Nina sospirò, riadagiandosi sul cuscino. Fissò il soffitto, rimettendo in ordine i pensieri o perlomeno provandoci. Aveva sognato Marron, ma non solo. Aveva sognato lei, Kian… perché? Era un episodio realmente avvenuto, proprio in quella stanza, anni ed anni prima. Dov’era Yuno? Non lo ricordava, e in quel momento nemmeno le importava.

Nessuno stava aiutando Kian. Nessuno, ma Marron l’aveva spedita direttamente da lui… tra le sue braccia.

No. Non le sue braccia!

«Cosa cazzo vai a pensare, Nina?» Bisbigliò, scuotendo con forza il capo. Pensieri scemi, inutili! Era solo un sogno, o meglio un ricordo riapparso in sogno… non doveva dargli peso. Però…

Però Kian era solo. Kian era tornato, non aveva più amici, usciva soltanto per andare da suo padre. Aveva bisogno di qualcuno con cui divertirsi. Aveva bisogno di lei…

Yuno le stava sempre addosso. E non era un caso lo fosse dal giorno in cui suo fratello era tornato. E non era neanche difficile capire il perché, anche se apertamente non ne avevano mai parlato. Con Yuno, l’argomento Kian sembrava ormai tabù. Piuttosto, la sera prima il suo ragazzo le aveva chiesto una cosa importantissima. La più importante per la sua età.

Le aveva chiesto di fare l’amore con lui la prima volta.

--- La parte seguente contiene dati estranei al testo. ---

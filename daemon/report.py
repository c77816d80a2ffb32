"""The replay report: one self-contained HTML file of what a replay judged and raised.

``arxwatch replay --report OUT.html`` attaches a
:class:`~arxwatch.daemon.trace.FleetTrace` to the fleet monitor of every
asset class (:class:`ReportCollector`), gathers the alert records as they
are written, and after the replay renders (:func:`write_report`):

- the caution, what was replayed (files, time span, counts), a summary table
  (assets by state, alerts raised by detector and severity, data quality
  and sample counts) and the list of alert intervals with their readings;
- one section per asset, alerted assets first and at most ``max_sections``
  of them, with stacked plots on one UTC time axis: measured output against
  the commissioning model's one-step prediction, the normalised innovation,
  the CUSUM with its threshold, and the physical read-out (gain per input,
  time constant, dead time, offset) against the baseline and its tolerance
  band, then the Wald distance; alert intervals shaded on every plot.

Plots are PNG images made with matplotlib's Agg canvas (no pyplot, no
global state) and embedded as base64; the CSS is inline; the file loads
nothing from anywhere. matplotlib is the optional extra ``report``;
:func:`check_report` says so before a replay starts. Each plotted series is
reduced to at most :data:`PLOT_POINTS` points by a min/max envelope, so a
month of one-minute rows renders as fast as a day.
"""

from __future__ import annotations

import base64
import html
import importlib
import io
import math
import os
import textwrap
import time
from collections import Counter
from collections.abc import Iterable, Mapping, Sequence
from dataclasses import dataclass
from datetime import datetime
from pathlib import Path
from typing import TYPE_CHECKING, Any, Protocol

import numpy as np
from numpy.typing import NDArray

from arxwatch.daemon.alert import SignalNames
from arxwatch.daemon.config import Config
from arxwatch.daemon.store import write_atomically
from arxwatch.daemon.trace import DEFAULT_MAX_BYTES, FleetTrace, attach_traces

if TYPE_CHECKING:
    from matplotlib.axes import Axes

    from arxwatch.daemon.history import HistoryReader
    from arxwatch.daemon.pipeline import Counts, Pipeline

__all__ = [
    "INSTALL_HINT",
    "MAX_SECTIONS",
    "PLOT_POINTS",
    "AlertInterval",
    "ReportCollector",
    "ReplayFacts",
    "ReportError",
    "alert_intervals",
    "check_report",
    "write_report",
]

#: What to run when the plotting library is missing.
INSTALL_HINT = "pip install 'arxwatch[report]'"
#: Asset sections shown by default; the others are counted, not drawn.
MAX_SECTIONS = 50
#: Alert intervals listed at the top; the alert file has them all.
MAX_LISTED = 300
#: Points per plotted series at most (a min/max envelope beyond that).
PLOT_POINTS = 1600
#: Evaluations up to which each is marked with a dot (beyond, the dots merge into a smear).
_DOTTED = 200

CAUTION_HTML = (
    "<strong>Advisory only.</strong> arxwatch gives maintenance information. It is "
    "<strong>not a life-safety system</strong> and must not be used for smoke control, "
    "fire or smoke dampers, stair pressurisation, refrigerant or combustion safety. "
    "Verify on site before acting; any work on equipment follows local codes, the "
    "manufacturer's instructions and licensed practice."
)

_SHADE = {  # (family, severity) -> colour of the alert shading
    ("behaviour", "warning"): "#f5a623",
    ("behaviour", "critical"): "#d0021b",
    ("data_quality", "warning"): "#8e8e8e",
    ("data_quality", "critical"): "#4a4a4a",
}
_DETECTOR_WORDS = {
    "innovation_mean": "steady offset of the prediction error (CUSUM)",
    "innovation_variance": "change of the prediction-error spread",
    "innovation_whiteness": "correlated prediction errors (unmodelled dynamics)",
    "parameter_drift": "model coefficients moved (Wald distance)",
    "feature_drift": "physical read-out moved (Wald distance)",
    "physical_band": "read-out outside its tolerance band",
    "stale": "no fresh samples",
    "stuck": "flat-lined signal",
    "out_of_range": "value outside its valid range",
    "gap": "gaps in the data",
}


class ReplayFacts(Protocol):
    """What the report reads of a finished replay (a ``ReplaySummary``)."""

    values: int
    first_time_s: float | None
    last_time_s: float | None
    counts: Counts
    assets: dict[str, int]
    elapsed_s: float


class ReportError(RuntimeError):
    """The report cannot be made: plotting library missing, output folder unusable."""


def check_report(path: str | Path) -> None:
    """Check, before a replay, that the report at ``path`` can be made.

    Raises
    ------
    ReportError
        If matplotlib cannot be imported (the message says how to install
        it), or the folder of ``path`` is missing or not writable.
    """
    try:
        importlib.import_module("matplotlib")
    except ImportError as error:
        raise ReportError(
            f"--report needs the plotting library matplotlib, which is not installed "
            f"({error}); install the optional extra: {INSTALL_HINT}"
        ) from None
    folder = Path(path).parent
    if not folder.is_dir():
        raise ReportError(f"{path}: cannot write the report: folder {folder} does not exist")
    if not os.access(folder, os.W_OK):
        raise ReportError(f"{path}: cannot write the report: folder {folder} is not writable")


@dataclass(frozen=True)
class AlertInterval:
    """One alert episode: from its first raised record to its cleared one.

    Attributes
    ----------
    asset, detector, family, signal : str
        As in the alert records.
    severity : str
        The highest severity the episode reached.
    raised_s : float
        Sample time of the first raised record (epoch seconds).
    cleared_s : float or None
        Sample time of the cleared record; None if still raised at the end.
    reading : str
        The plain-language reading of the last raised record.
    mode : str or None
        Operating mode of the baseline it was judged against.
    """

    asset: str
    detector: str
    family: str
    signal: str
    severity: str
    raised_s: float
    cleared_s: float | None
    reading: str
    mode: str | None


def _epoch(iso: str) -> float:
    return datetime.fromisoformat(iso.replace("Z", "+00:00")).timestamp()


def alert_intervals(records: Iterable[Mapping[str, Any]]) -> list[AlertInterval]:
    """Pair raised and cleared alert records (schema ``arxwatch.alert/1``) by their id.

    An escalation (a second raised record of the same id) raises the
    severity of the episode; episodes never cleared end open (``cleared_s``
    None). Returned in order of their raised time.
    """
    collector = _Intervals()
    collector.add(records)
    return collector.all()


class _Intervals:
    """Alert episodes built record by record."""

    def __init__(self) -> None:
        self.open: dict[str, AlertInterval] = {}
        self.closed: list[AlertInterval] = []
        self.raised: Counter[tuple[str, str, str]] = Counter()  # (family, detector, severity)
        self.cleared: Counter[tuple[str, str]] = Counter()  # (family, detector)

    def add(self, records: Iterable[Mapping[str, Any]]) -> None:
        for r in records:
            key, t = str(r["id"]), _epoch(r["sample_time"])
            if r["state"] == "raised":
                self.raised[(r["family"], r["detector"], r["severity"])] += 1
                before = self.open.get(key)
                severity = r["severity"]
                if before is not None and before.severity == "critical":
                    severity = "critical"
                self.open[key] = AlertInterval(
                    asset=r["asset"],
                    detector=r["detector"],
                    family=r["family"],
                    signal=r["signal"],
                    severity=severity,
                    raised_s=t if before is None else before.raised_s,
                    cleared_s=None,
                    reading=r["reading"],
                    mode=r.get("mode"),
                )
            else:
                self.cleared[(r["family"], r["detector"])] += 1
                episode = self.open.pop(key, None)
                if episode is not None:
                    self.closed.append(
                        AlertInterval(**{**episode.__dict__, "cleared_s": t})  # frozen copy
                    )

    def all(self) -> list[AlertInterval]:
        return sorted([*self.closed, *self.open.values()], key=lambda i: (i.raised_s, i.asset))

Aveva sentito il cuore batterle forte, l’emozione era stata grande al pensiero di compiere quel passo. Eppure, dopo aver detto di sì, che presto sarebbe arrivato il loro momento e nel modo più magico, tornata a casa era rimasta a pensarci a lungo. Sentiva qualcosa di strano, come una forza che la tratteneva dal sentirsi libera di essere felice e impaziente per quella proposta, rivoltale con timidezza e quasi terrore.

Amava Yuno, ma si sentiva come in stand-by.

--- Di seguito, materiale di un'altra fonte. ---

@dataclass(frozen=True)
class PhysicalReadout:
    """Physical reading of one ARX parameter vector.

    Undefined values are ``nan``; :attr:`notes` explains each of them.

    Attributes
    ----------
    gains : tuple of float, length n_inputs
        Static gain K_i = B_i(1) / A(1) of each input, in output units per
        input unit; ``nan`` for an integrating process (A(1) = 0). For an
        unstable model the value is still the transfer function at z = 1,
        but no steady state is ever reached (see :attr:`notes`).
    offset : float or None
        Steady-state output with all inputs at zero, c / A(1), in output
        units; ``nan`` for an integrating process; ``None`` when the model
        has no constant term.
    poles : tuple of complex, length na
        Roots of z**na + a_1 z**(na-1) + ... + a_na, sorted by decreasing
        modulus; poles judged real carry an imaginary part of exactly 0.
    dominant_pole : complex or None
        The pole of largest modulus (of a complex pair, the one with
        positive imaginary part); ``None`` when na = 0.
    stable : bool
        True when every pole lies strictly inside the unit circle and A(1)
        is not zero; vacuously True for na = 0.
    integrating : bool
        True when A(1) is zero to rounding, i.e. a pole sits at z = 1.
    time_constant_s : float
        Dominant time constant in seconds: -Ts / ln|p| for the dominant pole
        p when 0 < |p| < 1 and p is not negative real; 0.0 when every pole
        is at z = 0 or na = 0; ``nan`` otherwise.
    natural_frequency_rad_s : float
        omega_n = |s| of the continuous pole s = ln(p) / Ts of a complex
        dominant pole, in rad/s; ``nan`` when the dominant pole is real.
    damped_frequency_rad_s : float
        omega_d = |Im s|, the frequency of the oscillation in rad/s;
        ``nan`` when the dominant pole is real.
    damping_ratio : float
        zeta = -Re(s) / |s| of a complex dominant pole (negative when
        unstable); ``nan`` when the dominant pole is real.
    dead_times_s : tuple of float, length n_inputs
        Apparent dead time of input i in seconds: the model's response to a
        unit step in u_i is followed a sample at a time and read by Smith's
        two-point rule (the times t1, t2 at which it passes 28.3 % and 63.2 %
        of its final value K_i give T = 1.5 (t2 - t1) and L = t2 - T; between
        samples the crossing is interpolated on ln(1 - r), exact for a
        first-order lag), plus one sample period for the hold: a
        zero-order-hold lag with pure delay d * Ts has nk = d + 1 and reads
        exactly nk * Ts. Unlike nk * Ts it depends on theta: when the weight
        of B_i moves to later lags (a longer transport delay inside the
        lags nk_i .. nk_i + nb_i - 1 the model has) the reading grows. Never
        below 0; ``nan`` (with a note) when there is no final value to read
        against (no gain or time constant, a zero gain) or the response
        does not pass 63.2 % within ten time constants (at most 10,000
        samples).
    sample_period_s : float
        The sample period Ts the reading was made with.
    notes : tuple of str
        One plain sentence for every undefined or qualified value.
    """

    gains: tuple[float, ...]
    offset: float | None
    poles: tuple[complex, ...]
    dominant_pole: complex | None
    stable: bool
    integrating: bool
    time_constant_s: float
    natural_frequency_rad_s: float
    damped_frequency_rad_s: float
    damping_ratio: float
    dead_times_s: tuple[float, ...]
    sample_period_s: float
    notes: tuple[str, ...]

E tutto da quando Kian era riapparso nella sua… nella loro vita.

 


 

Trunks bussò di nuovo alla porta, senza ricevere risposta.

«Io apro…»

«Fà un po’ come vuoi.» Diciotto, lì accanto a braccia incrociate, lo fissava quasi sconsolata mentre tentava di parlare con Hami attraverso l’ingresso della sua stanza. Sembrava che quella ragazza si fosse chiusa in un mutismo che tutti ben conoscevano… era stato proprio suo padre, prima ancora di sapere di esserlo, a sbloccarla, anni e anni addietro.

«Hami, sto entrando!» La avvertì questo, prendendo un respiro prima di violare la privacy, la sacrosanta privacy, della primogenita. Con lei non c’era mai stato bisogno di aprire la porta con la forza, non si era mai segregata, piuttosto era quella in grado di sedare liti e malumori col dialogo. Stavolta, però, la situazione era davvero pesante e drammatica.

Non ci si ritrova fidanzati col proprio fratello non-biologico tutti i giorni. Nè si viene a sapere che questo è niente meno che un clone. E soprattutto non è comune che un padre ti tenga nascosta una verità così importante.

Trunks sapeva che si sarebbe sentito uno schifo nel momento in cui avrebbe incrociato lo sguardo di Hami, ma sapeva anche che era la cosa più preziosa al mondo e che mai avrebbe rinunciato a riconquistare la sua fiducia.

Ma non vide nulla. Il letto era disfatto, sulla sedia accostata allo scrittoio c’era una sua maglietta. La finestra era aperta.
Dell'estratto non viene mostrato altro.